Bei der S7_200 sollte dann eine Anmerkung in die Doku,
dass dort Zähler und Zeiten anders codiert sind.


----------



## sad1002 (3 März 2014)

Hello.
Exuse me. I don't speak/write german.
I tried to make C# project for download and upload blocks. 
I copied snap7.dll and use don.net wrapper.
Can anyone write an example of using download and upload methods or describe arguments?


----------



## sad1002 (4 März 2014)

and one more trouble: I'd got an exception about "dllnotFound", I tried to make registration for snap7.dll via regsvr32, but it hasn't work.


----------



## pvbrowser (12 Oktober 2014)

sad1002 schrieb:


> I'd got an exception about "dllnotFound"



copy the.dll c:\your\directory\

and it will be found.


----------



## Cliff (14 November 2014)

Moin, mal eine Frage:

Bei mir steht wieder einmal eine PC <-> S7 Kommunikation an (Programmiert in Delphi).
Bisher habe ich erfolgreich mit LibNoDave gearbeitet, würde aber auch gerne einmal Snap-7 probieren.
Hat schon jemand eine Anwendung damit im industriellen Umfeld programmiert und kann evtl. auch etwas über die Stabilität der Bibliothek sagen?
Im wesentlichen muss ich in unregelmässigen Abständen einen DB lesen und schreiben (Bedieneranforderung).

Gruss Cliff


----------



## Alute (27 Januar 2015)

*SPS Programmierung mit Snap7*

Hallo,

sieh dir doch mal folgende Seite an:

http://icon-software.de/Sps02.html

Dort findest du auch eine Demo zum downloaden wo die SPS-Überwachung eines Kühlhauses umgesetzt wurde.




Cliff schrieb:


> Moin, mal eine Frage:
> 
> Bei mir steht wieder einmal eine PC <-> S7 Kommunikation an (Programmiert in Delphi).
> Bisher habe ich erfolgreich mit LibNoDave gearbeitet, würde aber auch gerne einmal Snap-7 probieren.
> ...


----------



## Cliff (6 Februar 2015)

Hab meine Applikation mittlerweile hinbekommen.

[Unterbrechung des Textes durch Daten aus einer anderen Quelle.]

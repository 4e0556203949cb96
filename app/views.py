"""The result views under the model header. One view is shown at a time (a selector, not tabs:
Streamlit runs every tab's code), and each view asks ``core.analyze`` only for the sections it
draws, cached by (data id, spec JSON, parts). So the slow sections (residual checks, units check)
never run on a refit while their view is closed.

Rules and wording live in ``app.gridspec`` (the grid) and ``core.output.text`` (sentences), tables in ``app.tables`` and figures in ``app.charts``;
this module only places them on the screen.
"""

from __future__ import annotations

import json
import math
from dataclasses import dataclass
from typing import Any

import pandas as pd
import streamlit as st

import core
from app import charts, exports, intake, tables
from app.gridspec import spec_json
from core.inference.choices import (
    overlay_options,
    predict_inputs,
    predict_spec,
    retransforms_differ,
    sample_points,
    switch_transform,
)
from core.inference.compare import COMPARE_PARTS, best_by_aic, compare_row, unique_name
from core.model.transforms import phrase, variable_label
from core.output import tables as core_tables
from core.output.escape import plain
from core.output.numbers import compact, sig
from core.output.text import (
    boxcox_sentence,
    check_sentences,
    curve_sentence,
    factor_words,
    join_words,
    outside_words,
    sentence_case,
    showing_words,
    skew_words,
    units_warning,
)

VIEWS = [
    "Coefficients",
    "Effects of changes",
    "Approximation check",
    "Effect curves",
    "Residual checks",
    "Compare models",
    "Predict",
    "Column profiles",
]
# What every refit computes: the header, the coefficients, the effects and the gap curves.
BASE_PARTS = frozenset({"terms", "fit", "effects", "gap_curves"})
CHECK_PARTS = frozenset({"terms", "diagnostics", "boxcox"})
# Above this many rows the units check (six refits per IHS or shifted-log variable) runs on request.
UNITS_CHECK_AUTO_ROWS = 200_000


# --- cached work ----------------------------------------------------------------------------------
@st.cache_resource(max_entries=4, show_spinner=False)
def column_cache(data_id: str) -> core.ColumnCache:
    """Converted and transformed columns of one loaded table, shared by its refits: a toggle
    recomputes only the column it changed. The loaded frame is never edited in place."""
    return core.ColumnCache()


@st.cache_data(max_entries=64, show_spinner=False)
def run_model(data_id: str, spec_json: str, parts: tuple[str, ...], _frame: pd.DataFrame) -> dict[str, Any]:
    """Fit once per (data, spec, parts): the frame itself is not hashed, its identity is."""
    return core.analyze(_frame, json.loads(spec_json), parts=set(parts), columns=column_cache(data_id))


@st.cache_data(max_entries=32, show_spinner=False)
def point_sample(data_id: str, x_column: str, y_column: str, _frame: pd.DataFrame) -> dict[str, Any]:
    return sample_points(_frame, x_column, y_column)


@st.cache_data(max_entries=16, show_spinner=False)
def prediction_inputs(data_id: str, spec_json: str, reference_json: str, _frame: pd.DataFrame) -> list[dict[str, Any]]:
    return predict_inputs(_frame, json.loads(spec_json), json.loads(reference_json))


@dataclass
class Context:
    """The model on screen: its base result, spec and the data it was fitted to."""

    result: dict[str, Any]
    spec: dict[str, Any]
    frame: pd.DataFrame
    data_id: str
    data_name: str

    def analyze(self, parts: frozenset[str] | set[str], spec: dict[str, Any] | None = None) -> dict[str, Any]:
        chosen = self.spec if spec is None else spec
        return run_model(self.data_id, spec_json(chosen), tuple(sorted(parts)), self.frame)

    @property
    def ppml(self) -> bool:
        return (self.spec.get("estimator") or "ols") == "ppml"

    @property
    def transforms(self) -> dict[str, str]:
        return {r["column"]: r.get("transform", "level") for r in self.spec.get("regressors", [])}

    @property
    def outcome(self) -> str:
        return self.result["outcome"]["column"]

    @property
    def outcome_label(self) -> str:
        outcome = self.result["outcome"]
        return variable_label(outcome["column"], outcome["transform"], "outcome")


# Width of a chart in one of two side-by-side columns at a 1440 px window: its text is
# wrapped to fit that column.
HALF_COLUMN = 500


def chart(figure: Any, key: str, screen_width: int | None = None) -> None:
    exports.chart(figure, key, screen_width)


def failed(exc: Exception) -> None:
    """A view's own computation failed: say so in the view, keep the rest of the page."""
    if isinstance(exc, core.FormwiseError):
        st.error(plain(sentence_case(str(exc))))
    else:
        st.error(plain(f"Formwise could not compute this view because of an internal problem ({type(exc).__name__}: {exc})."))


def show(ctx: Context) -> None:
    """The view selector and the chosen view."""
    ss = st.session_state
    exports.set_chart_caption(ctx.data_id, ctx.data_name, ctx.spec, ctx.result)
    if ss.get("view") not in VIEWS:
        ss.view = VIEWS[0]
    view = st.segmented_control("Show", VIEWS, key="view", required=True, label_visibility="collapsed")
    try:
        {
            "Coefficients": coefficients_view,
            "Effects of changes": effects_view,
            "Approximation check": approximation_view,
            "Effect curves": curves_view,
            "Residual checks": checks_view,
            "Compare models": compare_view,
            "Predict": predict_view,
            "Column profiles": intake.profiles_view,
        }[view or VIEWS[0]](ctx)
    except Exception as exc:  # a core bug must not become a traceback on screen
        failed(exc)


# --- coefficients and effects ------------------------------------------------------------------------
def coefficients_view(ctx: Context) -> None:
    st.table(tables.styled(tables.coefficient_table(ctx.result, ctx.spec)), hide_index=True)
    exports.table_downloads(core_tables.coefficient_table(ctx.result), "estimates", "estimates")


def effects_view(ctx: Context) -> None:
    result, spec = ctx.result, ctx.spec
    table = tables.effects_table(result, spec)
    if table.empty:
        st.info("Add a regressor to see the effect of changing it.")
        return
    st.caption(
        "Each row moves one variable by the change in the grid, every other regressor held at its reference "
        "value (sample mean; most frequent level for categories). The interval is for the exact effect. "
        "“Small-sample adjusted” applies to 0/1 and category effects in log models; “Average over rows” "
        "applies the change to every row and averages, where that differs from the effect at the reference."
        + (" The model is fitted by PPML, so effects read as % changes in the mean of the outcome." if ctx.ppml else "")
    )
    st.table(tables.styled(table, tables.extrapolated_rows(result)), hide_index=True)
    exports.table_downloads(core_tables.effects_table(result), "effects", "effects")
    point = result.get("reference_point") or {}
    if point:
        st.caption(
            plain("Reference values: " + ", ".join(f"{k} = {sig(v, 4) if isinstance(v, float) else v}" for k, v in point.items()))
        )
    units_view(ctx)


def units_view(ctx: Context) -> None:
    """Beside IHS and shifted-log effects: does the effect depend on the variable's units?"""
    unit_bound = [c for c, t in ctx.transforms.items() if t == "ihs" or t.startswith("shifted_log")]
    if not unit_bound:
        return
    if ctx.result.get("n_obs", 0) > UNITS_CHECK_AUTO_ROWS:
        # Six refits per variable take seconds at this size: run them when asked, not on every refit.
        st.markdown(f"##### Does the effect of {plain(join_words(unit_bound))} depend on the units?")
        if not st.toggle(
            f"Check it (refits the model {6 * len(unit_bound)} times on {ctx.result['n_obs']:,} rows)", key="units_check_on"
        ):
            return
    with st.spinner("Refitting with the variable in other units…"):
        checks = ctx.analyze({"units_check"}).get("units_check") or []
    for check in checks:
        column = check["column"]
        st.markdown(f"##### Does the effect of {plain(column)} depend on its units?")
        st.caption(
            plain(
                f"With {variable_label(column, ctx.transforms.get(column))}, the fitted effect can change when "
                f"{column} is recorded in other units (say thousands instead of units), although the data mean the same. "
                "Here the model is refitted with the variable rescaled and the same real change asked each time."
            )
        )
        warning = units_warning(check, ctx.transforms.get(column))
        if warning:
            st.warning(plain(warning))
        words = [factor_words(r["factor"]) for r in check["rows"]]
        st.table(
            tables.styled(tables.units_table(check, words), numbers_in=[f"Exact effect of {check['change']}"]),
            hide_index=True,
        )
        ticks = ["×1" if w[0] == "as recorded" else w[0] for w in words]
        chart(charts.units_figure(check, ctx.outcome, ticks), key=f"units_{column}")


def regressor_pick(ctx: Context, names: list[str], key: str) -> str:
    """A regressor chooser, named with its transform, that keeps its choice while the column
    stays in the model and falls back to the first one otherwise."""
    if st.session_state.get(key) not in names:
        st.session_state[key] = names[0]
    transforms = ctx.transforms
    return st.selectbox("Regressor", names, key=key, format_func=lambda c: variable_label(c, transforms.get(c)))


def approximation_view(ctx: Context) -> None:
    result = ctx.result
    curves = result.get("gap_curves") or []
    if not curves:
        st.info(
            "No continuous regressor in this model: 0/1 and category effects are single moves, so there is no "
            "range of change sizes to compare. Their exact and approximate effects are in the effects table."
        )
        return
    names = [c["column"] for c in curves]
    left, right = st.columns([2, 3])
    with left:
        pick = regressor_pick(ctx, names, "gap_pick")
    with right:
        tolerance = st.slider(
            "Tolerance: largest acceptable relative error (%)",
            min_value=1,
            max_value=50,
            value=10,
            key="gap_tolerance",
            help="Marks the change sizes where |approximation − exact| / |exact| exceeds this share.",
        )
    curve = curves[names.index(pick)]
    outcome = result["outcome"]
    figure = charts.gap_figure(
        curve,
        tolerance,
        regressor_label=variable_label(pick, ctx.transforms.get(pick)),
        outcome_label=variable_label(outcome["column"], outcome["transform"], "outcome"),
        outcome_column=outcome["column"],
    )
    chart(figure, key="gap_chart")
    st.markdown(plain(charts.curve_summary(curve, tolerance)))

An einigen Stellen war die Doku doch etwas mau (Interface zu Delphi), aber in den Griff zu kriegen.
Mal schauen wie sich Snap7 in der Praxis bewährt. Nächste Woche ist Inbetriebnahme beim Kunden.

Zur Info:
Beim Erzeugen, bzw. Beenden einer Snap7 Instanz bleibt immer ein Handle 'kleben' (Zumindest unter Delphi).
Ich habe mittlerweile eine bereinigte Snap7.dll vom Entwickler bekommen. Die ist noch nicht im derzeitigen Release...

Gruss Cliff


----------



## sad1002 (6 Februar 2015)

Hello Cliff,
I tried to use snap7 to read some from PLC 300 and 400 to MS SQL DB. Seems works good. But I catch some troubles with this library that time using C# wrapper... So I continued to use DotNetSiemensPLCToolBox library. Developer contacts well and helped me a lot to solve some question. So All my projects use DotNetSiemensPLCToolBox. I build multitask services to read values and write to DB once 500ms-1s. About 100 threads use only 16Mb RAM. My friend used my project to read up to 2000 parameters with the same mode.


----------



## Zippel (31 Mai 2015)

Hallo,
Ich habe unter Win7 (64 Bit) ein C# (Forms) Projekt mit Snap7 erstellt. Das Programm läuft soweit gut aber nur im Debugger. Wenn ich das veröffentliche Programm starte stürzt es ab. Das gleiche Problem habe ich auch mit dem Beispielprogramm (CSClient). Kennt jemand das Problem und kann mir helfen?


----------



## Thomas_v2.1 (31 Mai 2015)

Vielleicht hast du für deine verschiedenen Buildkonfigurationen Debug und Release unterschiedliche Plattformen (x86, ...) eingestellt.
Das würde ich zumindest mal überprüfen. Die Einstellungen findest du im Konfigurationsmanager (Menü "Erstellen").


----------



## Zippel (31 Mai 2015)

Daran liegt es leider nicht stehen beide auf x86.


----------



## Cliff (1 Juni 2015)

Mal blöd gefragt (Bin kein c# Profi/ eher Delphianer):
Die Snap7 dll hast Du in das Build-, bzw. Release- Verzeichnis kopiert?


----------



## Jochen Kühner (1 Juni 2015)

Zippel schrieb:


> Hallo,
> Ich habe unter Win7 (64 Bit) ein C# (Forms) Projekt mit Snap7 erstellt. Das Programm läuft soweit gut aber nur im Debugger. Wenn ich das veröffentliche Programm starte stürzt es ab. Das gleiche Problem habe ich auch mit dem Beispielprogramm (CSClient). Kennt jemand das Problem und kann mir helfen?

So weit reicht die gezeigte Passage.